Clinical Judgment for CT before Lumbar Puncture
Do if:
-decreased LOC
-focal neurologic deficits
-signs of increased ICP
-papilledema
Initial Nursing Priorities of Meningitis
Droplet precautions
Assess airway and breathing
Obtain cultures
Start antibiotics
Frequent neuro checks and vital sign monitoring
check pupils and motor response
Focal Seizure Brain Area Manifestations
Focal seizures manifest based on the brain area affected; for instance,
-occipital lobe seizures may cause visual changes
-frontal lobe seizures can lead to motor disturbances such as twitching or jerking
-temporal lobe seizures may also involve sensory hallucinations or déjà vu.
-sensory seizures may produce abnormal sensations in the affected area, like tingling or numbness.
Seizure Precautions
Implementing seizure precautions includes ensuring a safe environment by padding bed rails, keeping suction equipment nearby, and positioning the patient to prevent aspiration during a seizure.

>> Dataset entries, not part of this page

// Number formats of the command line's human-readable output (JSON output keeps raw doubles).
import type { StopReason, Target } from '../core/types.ts';

const FREQUENCY_UNITS: [number, string][] = [
  [1e9, 'GHz'],
  [1e6, 'MHz'],
  [1e3, 'kHz'],
  [1, 'Hz'],
];

const TIME_UNITS: [number, string][] = [
  [1, 's'],
  [1e-3, 'ms'],
  [1e-6, 'µs'],
  [1e-9, 'ns'],
  [1e-12, 'ps'],
];

/** A frequency in Hz with an SI prefix and four significant digits, e.g. "-1 MHz". */
export function formatFrequency(hz: number): string {
  return withUnit(hz, FREQUENCY_UNITS);
}

/** A time in seconds with an SI prefix, e.g. "200 ns". */
export function formatTime(seconds: number): string {
  return withUnit(seconds, TIME_UNITS);
}

/** An infidelity in scientific notation with three significant digits, e.g. "3.41e-4". */
export function formatInfidelity(x: number): string {
  return x === 0 ? '0' : x.toExponential(2).replace('e+', 'e');
}

/** A relative amplitude error as a signed percentage, e.g. "-10 %". */
export function formatRelative(x: number): string {
  const percent = Number((x * 100).toPrecision(4));
  return `${percent > 0 ? '+' : ''}${percent} %`;
}

/** Where a member sits: "detuning 0 Hz, amplitude error +5 %", with its anharmonicity error when it has one. */
export function formatMemberAt(member: { detuning: number; amplitudeError: number; anharmonicityError?: number }): string {
  const anharmonicity = member.anharmonicityError ? `, anharmonicity error ${formatFrequency(member.anharmonicityError)}` : '';
  return `detuning ${formatFrequency(member.detuning)}, amplitude error ${formatRelative(member.amplitudeError)}${anharmonicity}`;
}

/** A vector as "[x, y, z]" with up to four significant digits. */
export function formatVector(v: readonly number[]): string {
  return `[${v.map((c) => String(Number(c.toPrecision(4)))).join(', ')}]`;
}

/** A one-line description of a target, e.g. "gate: 90° about [1, 0, 0]". */
export function formatTarget(target: Target): string {
  if (target.kind === 'gate') {
    const degrees = Number(((target.angleRad * 180) / Math.PI).toPrecision(6));
    return `gate: ${degrees}° about ${formatVector(target.axis)}`;
  }
  return `state transfer: ${formatVector(target.from)} -> ${formatVector(target.to)} (Bloch vectors)`;
}

const STOP_WORDS: Record<StopReason, string> = {
  'target-reached': 'reached the target infidelity',
  'gradient-tolerance': 'gradient below tolerance',
  'max-iterations': 'iteration limit',
  'time-limit': 'time limit',
  stopped: 'stopped by the user',
  'line-search-failed': 'line search found no better point',
  stalled: 'progress stalled',
  pruned: 'pruned after the first iterations',
  outpaced: 'could not overtake the best start',
};

/** Why a start ended, in words, with the machine name beside it: "iteration limit (max-iterations)". */
export function formatStopReason(reason: StopReason): string {
  return `${STOP_WORDS[reason] ?? reason} (${reason})`;
}

function withUnit(value: number, units: [number, string][]): string {
  const base = units.find(([s]) => s === 1) ?? units[units.length - 1];
  if (value === 0 || !Number.isFinite(value)) return `${value} ${base[1]}`;
  const magnitude = Math.abs(value);
  const [scale, unit] = units.find(([s]) => magnitude >= s * 0.9995) ?? units[units.length - 1];
  return `${Number((value / scale).toPrecision(4))} ${unit}`;
}
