/** The lowest-objective report among each start's latest with samples. */
function bestReported(latest: Map<number, Progress>): Progress | null {
  let best: Progress | null = null;
  for (const p of latest.values()) if (!best || p.objective < best.objective) best = p;
  return best;
}

/** The pulse written at the moment of a stop, before its evaluation replaces it. */
function interimPulse(p: Progress, problem: Problem, specJson: unknown): Pulse {
  const specName = (specJson as { name?: unknown }).name;
  return {
    dt: problem.dt,
    i: p.pulse!.i,
    q: p.pulse!.q,
    metadata: {
      name: typeof specName === 'string' ? specName : `design start ${p.start + 1}`,
      origin: 'design',
      spec: specJson,
      figures: { meanInfidelity: p.meanInfidelity, iterations: p.iteration, stopReason: 'stopped', start: p.start + 1 },
      arithmetic: arithmeticOf(problem),
    },
  };
}

/** The core's build a design of `problem` runs on (as wasm.ts buildFor decides in Node). */
function arithmeticOf(problem: Problem): 'portable' | 'fused' {
  return problem.optimizer.arithmetic === 'fused' && fusedAvailable() ? 'fused' : 'portable';
}

/** The design's pulse with its making recorded in the metadata: the spec as given and the figures reached. */
export function withDesignMetadata(result: DesignResult, specJson: unknown): Pulse {
  const meta = result.pulse.metadata ?? {};
  // The spec's own name says more to a reader of the file than which start won.
  const specName = (specJson as { name?: unknown }).name;
  const name = typeof specName === 'string' ? specName : `design start ${result.best.start + 1}`;
  return {
    ...result.pulse,
    metadata: {
      ...meta,
      ...(typeof name === 'string' ? { name } : {}),
      origin: meta.origin ?? 'design',
      spec: meta.spec ?? specJson,
      figures: {
        ...meta.figures,
        meanInfidelity: result.evaluation.meanInfidelity,
        worstInfidelity: result.evaluation.worstInfidelity,
        iterations: result.best.iterations,
        stopReason: result.best.stopReason,
        start: result.best.start + 1,
      },
    },
  };
}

Nursing Management Before a Seizure
Prepare the environment by ensuring safety, removing sharp objects, and having suction equipment ready. Inform the patient about seizure activity if applicable and educate them on maintaining medication adherence.
Nursing Management During a Seizure
Maintain patient safety by preventing injury, ensuring a clear airway, and turning the patient onto their side to allow for drainage. Do not restrain movements and time the duration of the seizure.
Nursing Management After a Seizure
Monitor the patient’s vital signs and neurological status, provide comfort measures, and facilitate rest. Assess for postictal symptoms and document the seizure episode, including duration and any triggering factors.
Levetiracetam
An anticonvulsant medication used to treat seizures in epilepsy. It works by modulating neurotransmitter release and is known for its relatively favorable side effect profile compared to other antiepileptics.